:: MATERIAL PROVIDED

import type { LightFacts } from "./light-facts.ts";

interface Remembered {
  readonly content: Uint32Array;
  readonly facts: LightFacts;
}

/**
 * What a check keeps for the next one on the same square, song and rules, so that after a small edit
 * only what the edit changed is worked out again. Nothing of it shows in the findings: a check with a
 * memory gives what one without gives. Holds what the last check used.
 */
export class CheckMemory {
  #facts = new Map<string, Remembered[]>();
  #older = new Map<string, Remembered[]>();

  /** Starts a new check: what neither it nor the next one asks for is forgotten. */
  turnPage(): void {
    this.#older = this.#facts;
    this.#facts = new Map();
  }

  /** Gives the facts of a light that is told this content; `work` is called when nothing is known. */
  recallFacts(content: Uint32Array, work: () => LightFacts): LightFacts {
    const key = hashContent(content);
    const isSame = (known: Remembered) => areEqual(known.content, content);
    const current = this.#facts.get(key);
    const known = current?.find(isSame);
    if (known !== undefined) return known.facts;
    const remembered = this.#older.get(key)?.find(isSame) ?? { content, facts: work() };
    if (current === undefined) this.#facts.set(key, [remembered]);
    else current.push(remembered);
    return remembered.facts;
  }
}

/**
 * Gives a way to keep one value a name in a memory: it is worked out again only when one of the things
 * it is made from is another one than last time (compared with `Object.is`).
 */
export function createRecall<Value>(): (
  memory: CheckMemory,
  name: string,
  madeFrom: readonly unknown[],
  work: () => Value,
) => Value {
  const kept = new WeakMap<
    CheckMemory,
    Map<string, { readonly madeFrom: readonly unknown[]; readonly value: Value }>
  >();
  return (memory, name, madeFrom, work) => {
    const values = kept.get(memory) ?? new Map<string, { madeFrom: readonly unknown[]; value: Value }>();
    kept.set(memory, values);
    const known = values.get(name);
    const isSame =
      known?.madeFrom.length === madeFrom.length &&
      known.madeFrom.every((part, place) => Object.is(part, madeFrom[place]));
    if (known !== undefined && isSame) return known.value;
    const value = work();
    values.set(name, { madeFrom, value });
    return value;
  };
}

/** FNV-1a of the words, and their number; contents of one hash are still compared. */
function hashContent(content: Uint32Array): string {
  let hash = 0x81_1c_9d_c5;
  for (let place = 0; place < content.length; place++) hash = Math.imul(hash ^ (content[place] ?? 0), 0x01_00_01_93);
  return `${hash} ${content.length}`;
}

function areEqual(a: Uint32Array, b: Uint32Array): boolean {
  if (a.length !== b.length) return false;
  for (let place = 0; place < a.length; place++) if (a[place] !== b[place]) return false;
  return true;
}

::::
:: MATERIAL PROVIDED

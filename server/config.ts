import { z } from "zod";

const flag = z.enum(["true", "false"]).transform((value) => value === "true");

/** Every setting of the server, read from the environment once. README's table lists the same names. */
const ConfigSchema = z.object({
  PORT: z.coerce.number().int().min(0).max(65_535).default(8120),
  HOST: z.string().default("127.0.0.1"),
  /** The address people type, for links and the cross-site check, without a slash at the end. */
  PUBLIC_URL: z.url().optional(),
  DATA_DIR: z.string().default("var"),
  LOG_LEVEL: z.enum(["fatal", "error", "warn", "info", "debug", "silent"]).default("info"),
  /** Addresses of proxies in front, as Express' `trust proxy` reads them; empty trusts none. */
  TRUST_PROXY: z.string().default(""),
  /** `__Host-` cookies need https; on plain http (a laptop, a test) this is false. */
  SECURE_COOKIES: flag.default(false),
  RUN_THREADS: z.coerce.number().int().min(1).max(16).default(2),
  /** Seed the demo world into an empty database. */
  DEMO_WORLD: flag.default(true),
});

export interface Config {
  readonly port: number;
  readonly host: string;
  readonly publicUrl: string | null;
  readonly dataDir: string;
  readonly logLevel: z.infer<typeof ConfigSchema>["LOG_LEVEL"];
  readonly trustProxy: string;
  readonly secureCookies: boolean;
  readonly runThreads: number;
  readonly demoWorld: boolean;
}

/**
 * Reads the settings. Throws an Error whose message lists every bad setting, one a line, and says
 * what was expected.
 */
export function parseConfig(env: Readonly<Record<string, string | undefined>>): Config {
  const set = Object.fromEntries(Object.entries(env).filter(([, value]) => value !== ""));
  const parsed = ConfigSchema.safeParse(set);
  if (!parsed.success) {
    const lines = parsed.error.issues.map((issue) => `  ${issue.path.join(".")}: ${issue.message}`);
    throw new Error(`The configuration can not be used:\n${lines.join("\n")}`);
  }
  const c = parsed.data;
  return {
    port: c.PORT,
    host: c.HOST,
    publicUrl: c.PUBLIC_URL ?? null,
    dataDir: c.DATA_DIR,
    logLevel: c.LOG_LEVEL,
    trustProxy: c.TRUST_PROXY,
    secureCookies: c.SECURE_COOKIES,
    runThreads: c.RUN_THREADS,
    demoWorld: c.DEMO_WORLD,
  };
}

::::
:: MATERIAL PROVIDED

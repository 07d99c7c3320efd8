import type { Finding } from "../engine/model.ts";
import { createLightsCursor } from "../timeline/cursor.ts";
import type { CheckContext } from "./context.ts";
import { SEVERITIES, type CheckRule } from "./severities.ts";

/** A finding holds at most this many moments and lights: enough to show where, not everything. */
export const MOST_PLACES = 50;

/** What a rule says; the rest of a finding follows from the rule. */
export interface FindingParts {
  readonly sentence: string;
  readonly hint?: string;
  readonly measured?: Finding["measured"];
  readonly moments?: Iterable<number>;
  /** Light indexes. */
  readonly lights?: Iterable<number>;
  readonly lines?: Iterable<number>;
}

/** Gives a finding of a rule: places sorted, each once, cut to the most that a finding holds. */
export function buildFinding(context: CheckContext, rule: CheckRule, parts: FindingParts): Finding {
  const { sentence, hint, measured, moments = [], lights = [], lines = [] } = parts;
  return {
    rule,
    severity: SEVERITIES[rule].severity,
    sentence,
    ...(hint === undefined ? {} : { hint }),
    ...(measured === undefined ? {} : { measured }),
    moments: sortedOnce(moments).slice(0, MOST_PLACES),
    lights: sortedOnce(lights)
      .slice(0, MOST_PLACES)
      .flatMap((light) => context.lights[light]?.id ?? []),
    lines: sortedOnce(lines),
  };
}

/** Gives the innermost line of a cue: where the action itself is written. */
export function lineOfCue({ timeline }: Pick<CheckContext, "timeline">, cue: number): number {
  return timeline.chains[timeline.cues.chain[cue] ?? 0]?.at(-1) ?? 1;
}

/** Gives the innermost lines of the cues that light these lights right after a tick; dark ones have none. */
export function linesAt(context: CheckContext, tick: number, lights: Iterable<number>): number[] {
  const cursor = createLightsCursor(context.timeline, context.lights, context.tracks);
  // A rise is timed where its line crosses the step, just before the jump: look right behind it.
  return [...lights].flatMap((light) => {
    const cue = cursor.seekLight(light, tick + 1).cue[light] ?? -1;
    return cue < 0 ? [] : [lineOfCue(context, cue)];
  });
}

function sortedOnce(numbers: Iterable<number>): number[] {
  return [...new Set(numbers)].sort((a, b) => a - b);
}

::::

* _ABOUT THIS EXERCISE_: Report each line in the entries where the string "cues" occurs.

* _WRITTEN RESPONSE_:
  return timeline.chains[timeline.cues.chain[cue] ?? 0]?.at(-1) ?? 1;
/** Gives the innermost lines of the cues that light these lights right after a tick; dark ones have none. */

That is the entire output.